= Beginning of Section =

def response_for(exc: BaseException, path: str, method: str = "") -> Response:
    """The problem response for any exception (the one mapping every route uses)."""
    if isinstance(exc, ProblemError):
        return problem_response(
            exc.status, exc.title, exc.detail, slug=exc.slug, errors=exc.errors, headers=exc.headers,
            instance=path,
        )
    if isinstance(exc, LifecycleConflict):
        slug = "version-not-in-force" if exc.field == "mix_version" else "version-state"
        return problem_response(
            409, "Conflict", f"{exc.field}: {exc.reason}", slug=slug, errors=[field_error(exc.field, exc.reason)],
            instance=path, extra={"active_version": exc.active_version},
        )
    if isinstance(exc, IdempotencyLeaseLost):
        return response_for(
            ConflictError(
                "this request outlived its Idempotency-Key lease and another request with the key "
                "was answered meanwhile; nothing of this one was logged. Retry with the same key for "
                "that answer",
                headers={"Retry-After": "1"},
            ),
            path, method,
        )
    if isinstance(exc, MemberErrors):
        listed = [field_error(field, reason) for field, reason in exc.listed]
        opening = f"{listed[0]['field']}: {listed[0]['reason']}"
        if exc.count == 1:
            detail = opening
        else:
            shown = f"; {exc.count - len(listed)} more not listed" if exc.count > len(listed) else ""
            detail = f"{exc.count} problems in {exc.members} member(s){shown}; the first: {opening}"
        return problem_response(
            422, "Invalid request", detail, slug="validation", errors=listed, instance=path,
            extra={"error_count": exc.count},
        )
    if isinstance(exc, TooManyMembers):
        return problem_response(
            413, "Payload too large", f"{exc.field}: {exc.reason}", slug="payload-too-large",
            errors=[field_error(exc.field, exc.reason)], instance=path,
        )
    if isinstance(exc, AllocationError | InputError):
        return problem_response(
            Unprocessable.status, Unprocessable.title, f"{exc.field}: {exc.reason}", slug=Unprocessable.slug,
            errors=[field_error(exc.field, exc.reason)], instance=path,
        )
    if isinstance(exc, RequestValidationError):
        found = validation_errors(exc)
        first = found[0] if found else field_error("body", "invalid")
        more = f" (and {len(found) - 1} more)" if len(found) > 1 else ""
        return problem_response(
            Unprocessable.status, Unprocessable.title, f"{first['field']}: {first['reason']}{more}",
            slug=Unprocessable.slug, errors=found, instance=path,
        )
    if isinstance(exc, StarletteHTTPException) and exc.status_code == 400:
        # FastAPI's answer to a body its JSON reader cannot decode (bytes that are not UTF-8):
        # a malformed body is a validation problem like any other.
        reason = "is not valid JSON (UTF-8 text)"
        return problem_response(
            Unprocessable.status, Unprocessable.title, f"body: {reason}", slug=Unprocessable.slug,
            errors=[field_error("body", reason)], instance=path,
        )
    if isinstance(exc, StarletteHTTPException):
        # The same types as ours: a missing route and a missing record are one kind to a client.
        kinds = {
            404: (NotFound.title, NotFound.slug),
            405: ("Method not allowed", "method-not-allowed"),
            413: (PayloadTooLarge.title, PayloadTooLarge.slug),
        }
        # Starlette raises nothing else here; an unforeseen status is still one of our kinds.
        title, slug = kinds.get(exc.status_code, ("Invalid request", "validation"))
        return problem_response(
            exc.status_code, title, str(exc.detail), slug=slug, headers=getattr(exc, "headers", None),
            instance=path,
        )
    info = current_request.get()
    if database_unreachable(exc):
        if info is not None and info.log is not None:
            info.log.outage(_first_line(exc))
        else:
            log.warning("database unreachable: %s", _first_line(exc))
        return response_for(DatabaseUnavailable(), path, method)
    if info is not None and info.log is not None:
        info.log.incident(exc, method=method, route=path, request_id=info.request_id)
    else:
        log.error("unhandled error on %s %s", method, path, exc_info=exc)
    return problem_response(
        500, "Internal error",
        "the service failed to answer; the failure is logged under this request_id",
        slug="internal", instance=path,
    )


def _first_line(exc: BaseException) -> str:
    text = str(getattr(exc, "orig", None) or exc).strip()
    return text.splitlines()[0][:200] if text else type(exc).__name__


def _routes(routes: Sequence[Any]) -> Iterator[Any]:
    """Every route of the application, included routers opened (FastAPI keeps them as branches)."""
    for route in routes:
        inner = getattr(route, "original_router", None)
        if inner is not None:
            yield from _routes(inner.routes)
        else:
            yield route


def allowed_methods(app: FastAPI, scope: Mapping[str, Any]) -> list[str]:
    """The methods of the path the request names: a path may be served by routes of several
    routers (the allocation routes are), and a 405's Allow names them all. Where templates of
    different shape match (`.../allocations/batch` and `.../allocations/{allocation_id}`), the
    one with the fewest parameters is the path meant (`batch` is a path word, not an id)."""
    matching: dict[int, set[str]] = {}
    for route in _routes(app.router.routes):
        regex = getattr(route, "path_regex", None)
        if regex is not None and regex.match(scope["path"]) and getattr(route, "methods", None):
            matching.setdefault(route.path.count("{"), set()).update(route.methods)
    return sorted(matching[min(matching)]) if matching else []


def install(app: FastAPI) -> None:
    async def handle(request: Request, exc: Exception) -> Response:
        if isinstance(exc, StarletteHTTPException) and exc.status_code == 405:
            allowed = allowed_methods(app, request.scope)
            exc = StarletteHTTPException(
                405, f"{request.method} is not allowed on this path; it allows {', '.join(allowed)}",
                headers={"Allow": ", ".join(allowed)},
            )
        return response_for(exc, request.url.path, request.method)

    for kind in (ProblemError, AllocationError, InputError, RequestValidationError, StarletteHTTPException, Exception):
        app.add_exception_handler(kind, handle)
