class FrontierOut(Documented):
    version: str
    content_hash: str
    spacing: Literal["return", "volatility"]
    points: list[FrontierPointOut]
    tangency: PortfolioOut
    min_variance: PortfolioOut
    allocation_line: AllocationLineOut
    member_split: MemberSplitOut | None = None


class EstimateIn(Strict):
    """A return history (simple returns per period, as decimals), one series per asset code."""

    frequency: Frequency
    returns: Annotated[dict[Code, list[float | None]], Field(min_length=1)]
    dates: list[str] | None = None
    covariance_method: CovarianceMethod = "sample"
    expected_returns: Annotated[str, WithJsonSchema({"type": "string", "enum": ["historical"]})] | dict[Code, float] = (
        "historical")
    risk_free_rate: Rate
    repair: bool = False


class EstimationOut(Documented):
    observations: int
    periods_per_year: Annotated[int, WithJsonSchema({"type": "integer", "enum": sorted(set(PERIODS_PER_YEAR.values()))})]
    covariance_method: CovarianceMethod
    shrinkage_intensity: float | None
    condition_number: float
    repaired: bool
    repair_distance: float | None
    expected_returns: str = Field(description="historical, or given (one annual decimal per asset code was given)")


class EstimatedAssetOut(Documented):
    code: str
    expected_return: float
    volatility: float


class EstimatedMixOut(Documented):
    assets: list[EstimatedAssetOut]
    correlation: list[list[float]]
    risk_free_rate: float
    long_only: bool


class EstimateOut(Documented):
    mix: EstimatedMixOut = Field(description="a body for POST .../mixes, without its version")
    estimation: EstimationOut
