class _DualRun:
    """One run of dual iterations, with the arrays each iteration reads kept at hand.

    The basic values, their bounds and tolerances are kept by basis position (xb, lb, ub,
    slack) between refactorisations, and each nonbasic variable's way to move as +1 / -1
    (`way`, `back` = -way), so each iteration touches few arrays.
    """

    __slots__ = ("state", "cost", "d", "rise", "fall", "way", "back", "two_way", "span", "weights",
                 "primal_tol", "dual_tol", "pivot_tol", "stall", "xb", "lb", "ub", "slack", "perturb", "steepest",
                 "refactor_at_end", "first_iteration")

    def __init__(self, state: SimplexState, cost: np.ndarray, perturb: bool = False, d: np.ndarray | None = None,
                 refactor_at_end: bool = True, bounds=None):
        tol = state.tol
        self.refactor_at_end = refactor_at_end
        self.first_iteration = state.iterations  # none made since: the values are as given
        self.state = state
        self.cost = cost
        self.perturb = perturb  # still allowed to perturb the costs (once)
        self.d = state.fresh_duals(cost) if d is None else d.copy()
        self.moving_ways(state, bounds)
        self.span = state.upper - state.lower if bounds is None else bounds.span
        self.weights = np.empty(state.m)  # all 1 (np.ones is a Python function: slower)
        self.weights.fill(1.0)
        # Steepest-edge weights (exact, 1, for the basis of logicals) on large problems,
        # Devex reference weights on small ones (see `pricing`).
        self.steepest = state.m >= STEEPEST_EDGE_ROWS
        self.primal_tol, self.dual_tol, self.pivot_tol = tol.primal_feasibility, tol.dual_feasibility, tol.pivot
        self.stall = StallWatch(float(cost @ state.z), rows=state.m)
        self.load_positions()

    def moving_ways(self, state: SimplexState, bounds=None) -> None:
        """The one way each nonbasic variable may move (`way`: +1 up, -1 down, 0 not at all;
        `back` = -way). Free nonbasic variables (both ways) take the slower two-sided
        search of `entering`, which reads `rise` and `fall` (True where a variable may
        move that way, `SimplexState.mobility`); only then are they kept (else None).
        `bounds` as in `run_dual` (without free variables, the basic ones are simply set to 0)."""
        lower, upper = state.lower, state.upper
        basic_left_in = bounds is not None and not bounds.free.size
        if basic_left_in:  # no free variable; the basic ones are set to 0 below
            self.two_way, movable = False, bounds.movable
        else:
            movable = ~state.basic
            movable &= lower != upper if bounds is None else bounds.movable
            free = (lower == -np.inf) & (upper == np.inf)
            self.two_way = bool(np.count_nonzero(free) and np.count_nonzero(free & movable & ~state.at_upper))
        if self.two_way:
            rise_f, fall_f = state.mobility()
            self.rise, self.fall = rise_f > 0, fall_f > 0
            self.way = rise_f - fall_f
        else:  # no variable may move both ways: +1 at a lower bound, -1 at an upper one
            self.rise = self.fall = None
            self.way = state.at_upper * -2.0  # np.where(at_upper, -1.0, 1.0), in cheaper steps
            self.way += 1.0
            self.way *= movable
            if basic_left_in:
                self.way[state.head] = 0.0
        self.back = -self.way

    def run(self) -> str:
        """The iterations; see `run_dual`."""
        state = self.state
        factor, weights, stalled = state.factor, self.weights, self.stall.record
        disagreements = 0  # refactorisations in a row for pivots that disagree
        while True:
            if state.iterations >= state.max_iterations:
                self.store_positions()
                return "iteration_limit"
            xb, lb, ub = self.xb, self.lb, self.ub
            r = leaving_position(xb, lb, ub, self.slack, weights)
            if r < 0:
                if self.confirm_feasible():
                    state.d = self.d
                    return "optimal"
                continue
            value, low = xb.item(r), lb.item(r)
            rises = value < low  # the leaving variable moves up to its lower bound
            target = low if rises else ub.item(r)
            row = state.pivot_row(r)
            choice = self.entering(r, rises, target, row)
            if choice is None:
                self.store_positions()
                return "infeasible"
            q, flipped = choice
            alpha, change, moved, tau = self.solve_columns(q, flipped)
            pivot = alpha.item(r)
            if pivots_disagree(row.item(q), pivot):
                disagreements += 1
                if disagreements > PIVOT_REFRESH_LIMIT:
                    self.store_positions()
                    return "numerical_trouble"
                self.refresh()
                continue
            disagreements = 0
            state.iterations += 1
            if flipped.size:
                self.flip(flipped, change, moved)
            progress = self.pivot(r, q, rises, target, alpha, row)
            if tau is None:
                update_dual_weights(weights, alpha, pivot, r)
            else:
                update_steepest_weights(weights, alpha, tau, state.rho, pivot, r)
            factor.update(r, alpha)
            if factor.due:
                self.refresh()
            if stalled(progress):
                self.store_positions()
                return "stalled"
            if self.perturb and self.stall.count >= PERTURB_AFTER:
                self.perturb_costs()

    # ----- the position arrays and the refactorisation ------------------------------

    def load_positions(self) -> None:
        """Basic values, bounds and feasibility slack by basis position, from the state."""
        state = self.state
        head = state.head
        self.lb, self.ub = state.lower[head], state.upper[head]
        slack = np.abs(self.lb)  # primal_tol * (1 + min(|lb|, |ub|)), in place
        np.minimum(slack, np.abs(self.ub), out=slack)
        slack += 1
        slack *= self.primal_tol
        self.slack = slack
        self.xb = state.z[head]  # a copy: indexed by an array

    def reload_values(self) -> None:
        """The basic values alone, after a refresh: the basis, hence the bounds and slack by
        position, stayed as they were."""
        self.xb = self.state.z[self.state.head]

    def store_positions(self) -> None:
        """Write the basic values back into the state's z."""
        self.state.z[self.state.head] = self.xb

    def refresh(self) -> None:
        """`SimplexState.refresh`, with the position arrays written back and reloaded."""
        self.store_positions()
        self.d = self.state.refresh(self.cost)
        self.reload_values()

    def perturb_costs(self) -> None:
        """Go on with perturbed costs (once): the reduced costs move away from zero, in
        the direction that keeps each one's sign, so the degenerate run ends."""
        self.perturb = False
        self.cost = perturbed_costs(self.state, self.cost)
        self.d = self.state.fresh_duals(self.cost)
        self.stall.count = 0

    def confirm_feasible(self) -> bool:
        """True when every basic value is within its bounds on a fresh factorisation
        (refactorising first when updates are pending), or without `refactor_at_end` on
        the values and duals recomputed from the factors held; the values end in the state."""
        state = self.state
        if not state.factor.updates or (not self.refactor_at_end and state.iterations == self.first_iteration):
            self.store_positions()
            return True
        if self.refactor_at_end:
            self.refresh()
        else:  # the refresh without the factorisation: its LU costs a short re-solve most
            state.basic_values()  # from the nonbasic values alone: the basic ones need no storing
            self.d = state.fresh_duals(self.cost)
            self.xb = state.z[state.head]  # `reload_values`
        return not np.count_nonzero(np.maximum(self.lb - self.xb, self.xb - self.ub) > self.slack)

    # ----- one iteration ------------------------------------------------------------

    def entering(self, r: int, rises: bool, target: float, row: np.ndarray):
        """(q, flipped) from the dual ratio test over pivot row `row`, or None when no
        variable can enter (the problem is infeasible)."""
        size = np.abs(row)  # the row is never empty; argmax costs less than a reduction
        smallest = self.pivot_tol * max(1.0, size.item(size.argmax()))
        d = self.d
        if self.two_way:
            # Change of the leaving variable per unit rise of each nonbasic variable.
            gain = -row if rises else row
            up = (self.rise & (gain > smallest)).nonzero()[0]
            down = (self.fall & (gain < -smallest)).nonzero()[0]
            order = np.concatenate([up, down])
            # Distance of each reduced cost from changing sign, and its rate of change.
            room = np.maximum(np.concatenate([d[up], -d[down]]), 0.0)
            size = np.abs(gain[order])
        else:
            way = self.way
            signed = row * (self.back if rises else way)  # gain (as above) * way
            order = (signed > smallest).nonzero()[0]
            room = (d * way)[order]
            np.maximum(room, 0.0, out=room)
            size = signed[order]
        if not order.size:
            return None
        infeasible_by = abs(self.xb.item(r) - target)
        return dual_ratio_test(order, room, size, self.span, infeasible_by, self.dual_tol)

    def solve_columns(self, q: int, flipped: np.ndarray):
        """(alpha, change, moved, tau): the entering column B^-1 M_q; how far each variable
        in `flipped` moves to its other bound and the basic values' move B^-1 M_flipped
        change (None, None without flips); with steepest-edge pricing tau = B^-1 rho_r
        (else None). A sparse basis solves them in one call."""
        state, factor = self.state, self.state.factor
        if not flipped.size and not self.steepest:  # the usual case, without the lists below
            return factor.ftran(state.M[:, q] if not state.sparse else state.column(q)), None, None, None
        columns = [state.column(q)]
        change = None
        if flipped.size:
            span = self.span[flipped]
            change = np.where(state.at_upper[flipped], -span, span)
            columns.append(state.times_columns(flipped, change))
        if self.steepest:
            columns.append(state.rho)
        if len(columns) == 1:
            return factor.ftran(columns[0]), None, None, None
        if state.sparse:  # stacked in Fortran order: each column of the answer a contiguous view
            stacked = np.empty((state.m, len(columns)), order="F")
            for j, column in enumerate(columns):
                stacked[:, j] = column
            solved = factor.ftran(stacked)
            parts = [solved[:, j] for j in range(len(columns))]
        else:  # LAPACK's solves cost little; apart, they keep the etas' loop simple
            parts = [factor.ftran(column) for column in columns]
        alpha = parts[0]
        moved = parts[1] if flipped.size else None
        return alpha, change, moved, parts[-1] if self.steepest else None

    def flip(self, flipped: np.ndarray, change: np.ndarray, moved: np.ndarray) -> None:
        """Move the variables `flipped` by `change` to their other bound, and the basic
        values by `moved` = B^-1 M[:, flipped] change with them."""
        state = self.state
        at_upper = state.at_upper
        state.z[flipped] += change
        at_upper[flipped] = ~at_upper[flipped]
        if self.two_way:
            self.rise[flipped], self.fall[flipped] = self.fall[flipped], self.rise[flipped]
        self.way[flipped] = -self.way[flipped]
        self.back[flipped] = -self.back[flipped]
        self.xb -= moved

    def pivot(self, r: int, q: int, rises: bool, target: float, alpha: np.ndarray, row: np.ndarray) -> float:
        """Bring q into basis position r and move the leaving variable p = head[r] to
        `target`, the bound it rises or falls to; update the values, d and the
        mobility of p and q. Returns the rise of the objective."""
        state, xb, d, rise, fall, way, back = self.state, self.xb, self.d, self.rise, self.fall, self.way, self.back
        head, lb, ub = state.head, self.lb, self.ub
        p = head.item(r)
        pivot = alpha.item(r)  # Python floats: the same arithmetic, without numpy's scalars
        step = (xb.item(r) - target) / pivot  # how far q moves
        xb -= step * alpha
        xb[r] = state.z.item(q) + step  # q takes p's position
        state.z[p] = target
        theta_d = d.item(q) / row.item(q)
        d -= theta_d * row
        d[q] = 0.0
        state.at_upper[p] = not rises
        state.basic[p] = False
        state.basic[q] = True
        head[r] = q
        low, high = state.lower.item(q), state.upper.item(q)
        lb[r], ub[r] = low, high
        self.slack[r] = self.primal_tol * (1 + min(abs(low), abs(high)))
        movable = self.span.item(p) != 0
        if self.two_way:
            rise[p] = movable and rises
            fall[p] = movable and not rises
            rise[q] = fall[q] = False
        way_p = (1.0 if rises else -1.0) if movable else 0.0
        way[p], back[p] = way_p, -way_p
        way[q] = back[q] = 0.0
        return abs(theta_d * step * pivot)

= End of Section =

### Exercise aim:
Looking back over the data above, restate word for word the lines that begin at the line with "size = np.abs(row)" and end at the line with "# Distance of", inclusive.

### Exercise result:
        size = np.abs(row)  # the row is never empty; argmax costs less than a reduction
        smallest = self.pivot_tol * max(1.0, size.item(size.argmax()))
        d = self.d
        if self.two_way:
            # Change of the leaving variable per unit rise of each nonbasic variable.
            gain = -row if rises else row
            up = (self.rise & (gain > smallest)).nonzero()[0]
            down = (self.fall & (gain < -smallest)).nonzero()[0]
            order = np.concatenate([up, down])
            # Distance of each reduced cost from changing sign, and its rate of change.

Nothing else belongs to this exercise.